▸ **PROBLEM STATEMENT**: Go through the records and give the number of lines that include "bool", with nothing else.

▸ **GIVEN INFORMATION**:
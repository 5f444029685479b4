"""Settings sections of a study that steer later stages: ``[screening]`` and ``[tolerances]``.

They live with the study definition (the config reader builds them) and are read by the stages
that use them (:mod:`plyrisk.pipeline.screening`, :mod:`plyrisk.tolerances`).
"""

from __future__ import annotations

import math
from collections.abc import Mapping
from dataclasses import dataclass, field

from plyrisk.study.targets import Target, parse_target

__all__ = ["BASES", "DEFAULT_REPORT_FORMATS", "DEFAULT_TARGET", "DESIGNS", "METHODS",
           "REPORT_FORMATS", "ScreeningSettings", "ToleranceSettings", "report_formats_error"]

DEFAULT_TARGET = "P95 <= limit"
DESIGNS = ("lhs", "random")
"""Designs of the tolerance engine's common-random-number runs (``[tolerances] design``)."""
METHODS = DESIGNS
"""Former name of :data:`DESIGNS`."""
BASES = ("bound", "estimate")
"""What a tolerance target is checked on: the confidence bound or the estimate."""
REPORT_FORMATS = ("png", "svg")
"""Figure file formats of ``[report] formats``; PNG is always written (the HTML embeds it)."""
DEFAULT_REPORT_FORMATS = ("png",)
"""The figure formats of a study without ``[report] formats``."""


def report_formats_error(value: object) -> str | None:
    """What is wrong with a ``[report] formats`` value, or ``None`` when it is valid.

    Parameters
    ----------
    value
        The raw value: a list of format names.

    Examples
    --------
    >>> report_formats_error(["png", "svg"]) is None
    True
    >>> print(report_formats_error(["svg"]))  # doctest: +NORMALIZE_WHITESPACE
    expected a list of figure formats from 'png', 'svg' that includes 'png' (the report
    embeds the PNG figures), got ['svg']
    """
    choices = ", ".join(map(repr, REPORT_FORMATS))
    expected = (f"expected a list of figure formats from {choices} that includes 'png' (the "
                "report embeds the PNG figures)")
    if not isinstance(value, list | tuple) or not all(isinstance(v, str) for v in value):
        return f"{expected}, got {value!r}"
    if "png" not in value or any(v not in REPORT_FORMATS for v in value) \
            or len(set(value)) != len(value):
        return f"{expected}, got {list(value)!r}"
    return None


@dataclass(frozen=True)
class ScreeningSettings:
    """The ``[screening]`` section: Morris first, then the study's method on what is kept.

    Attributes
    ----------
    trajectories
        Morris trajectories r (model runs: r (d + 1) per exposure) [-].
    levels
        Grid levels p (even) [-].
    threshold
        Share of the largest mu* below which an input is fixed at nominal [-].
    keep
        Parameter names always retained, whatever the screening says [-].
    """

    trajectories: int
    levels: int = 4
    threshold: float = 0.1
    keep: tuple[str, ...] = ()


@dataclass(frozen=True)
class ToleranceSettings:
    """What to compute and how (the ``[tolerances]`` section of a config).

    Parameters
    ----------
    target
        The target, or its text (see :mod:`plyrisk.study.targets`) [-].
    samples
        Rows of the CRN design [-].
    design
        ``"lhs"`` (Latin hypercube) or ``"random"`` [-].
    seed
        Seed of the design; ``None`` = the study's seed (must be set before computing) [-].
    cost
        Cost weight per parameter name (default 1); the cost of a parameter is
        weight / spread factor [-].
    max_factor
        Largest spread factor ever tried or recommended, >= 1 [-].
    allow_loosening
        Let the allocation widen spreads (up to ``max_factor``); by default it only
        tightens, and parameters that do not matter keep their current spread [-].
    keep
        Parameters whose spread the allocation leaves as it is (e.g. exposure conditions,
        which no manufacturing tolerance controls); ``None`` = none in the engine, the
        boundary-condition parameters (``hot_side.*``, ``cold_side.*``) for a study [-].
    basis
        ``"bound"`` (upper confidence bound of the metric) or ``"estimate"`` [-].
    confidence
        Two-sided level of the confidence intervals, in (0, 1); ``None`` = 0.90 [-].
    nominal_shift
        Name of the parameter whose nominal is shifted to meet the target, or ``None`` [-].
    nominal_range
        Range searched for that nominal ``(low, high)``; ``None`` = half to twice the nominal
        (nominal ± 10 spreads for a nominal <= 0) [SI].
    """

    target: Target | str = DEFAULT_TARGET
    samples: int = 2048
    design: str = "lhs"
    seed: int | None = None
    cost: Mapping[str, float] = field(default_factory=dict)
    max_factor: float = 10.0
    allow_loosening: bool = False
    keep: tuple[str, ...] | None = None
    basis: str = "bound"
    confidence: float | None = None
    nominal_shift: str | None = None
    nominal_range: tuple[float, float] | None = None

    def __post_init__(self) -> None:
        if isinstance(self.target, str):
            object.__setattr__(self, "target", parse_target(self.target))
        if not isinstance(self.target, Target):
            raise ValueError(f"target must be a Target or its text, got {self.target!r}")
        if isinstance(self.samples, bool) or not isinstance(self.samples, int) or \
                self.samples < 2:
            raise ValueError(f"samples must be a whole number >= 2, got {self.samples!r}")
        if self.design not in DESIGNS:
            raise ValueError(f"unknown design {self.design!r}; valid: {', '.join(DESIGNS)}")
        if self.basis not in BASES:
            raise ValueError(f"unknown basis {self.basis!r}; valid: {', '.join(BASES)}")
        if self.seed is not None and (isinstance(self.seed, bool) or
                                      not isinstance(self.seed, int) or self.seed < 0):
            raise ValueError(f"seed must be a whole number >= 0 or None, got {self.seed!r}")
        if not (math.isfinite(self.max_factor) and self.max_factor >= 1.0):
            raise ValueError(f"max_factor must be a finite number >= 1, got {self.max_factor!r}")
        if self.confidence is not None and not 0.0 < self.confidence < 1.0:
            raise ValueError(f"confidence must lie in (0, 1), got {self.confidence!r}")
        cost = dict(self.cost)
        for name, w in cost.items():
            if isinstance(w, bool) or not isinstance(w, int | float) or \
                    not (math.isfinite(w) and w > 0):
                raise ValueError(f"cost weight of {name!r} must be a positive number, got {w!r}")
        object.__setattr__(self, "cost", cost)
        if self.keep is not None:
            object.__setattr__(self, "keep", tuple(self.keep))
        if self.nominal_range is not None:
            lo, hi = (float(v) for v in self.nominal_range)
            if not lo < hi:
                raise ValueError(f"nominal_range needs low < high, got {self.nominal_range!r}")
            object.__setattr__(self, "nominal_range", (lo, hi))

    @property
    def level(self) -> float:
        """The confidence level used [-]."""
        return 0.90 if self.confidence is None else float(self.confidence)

▸ **REPLY TO THE EXERCISE**: 4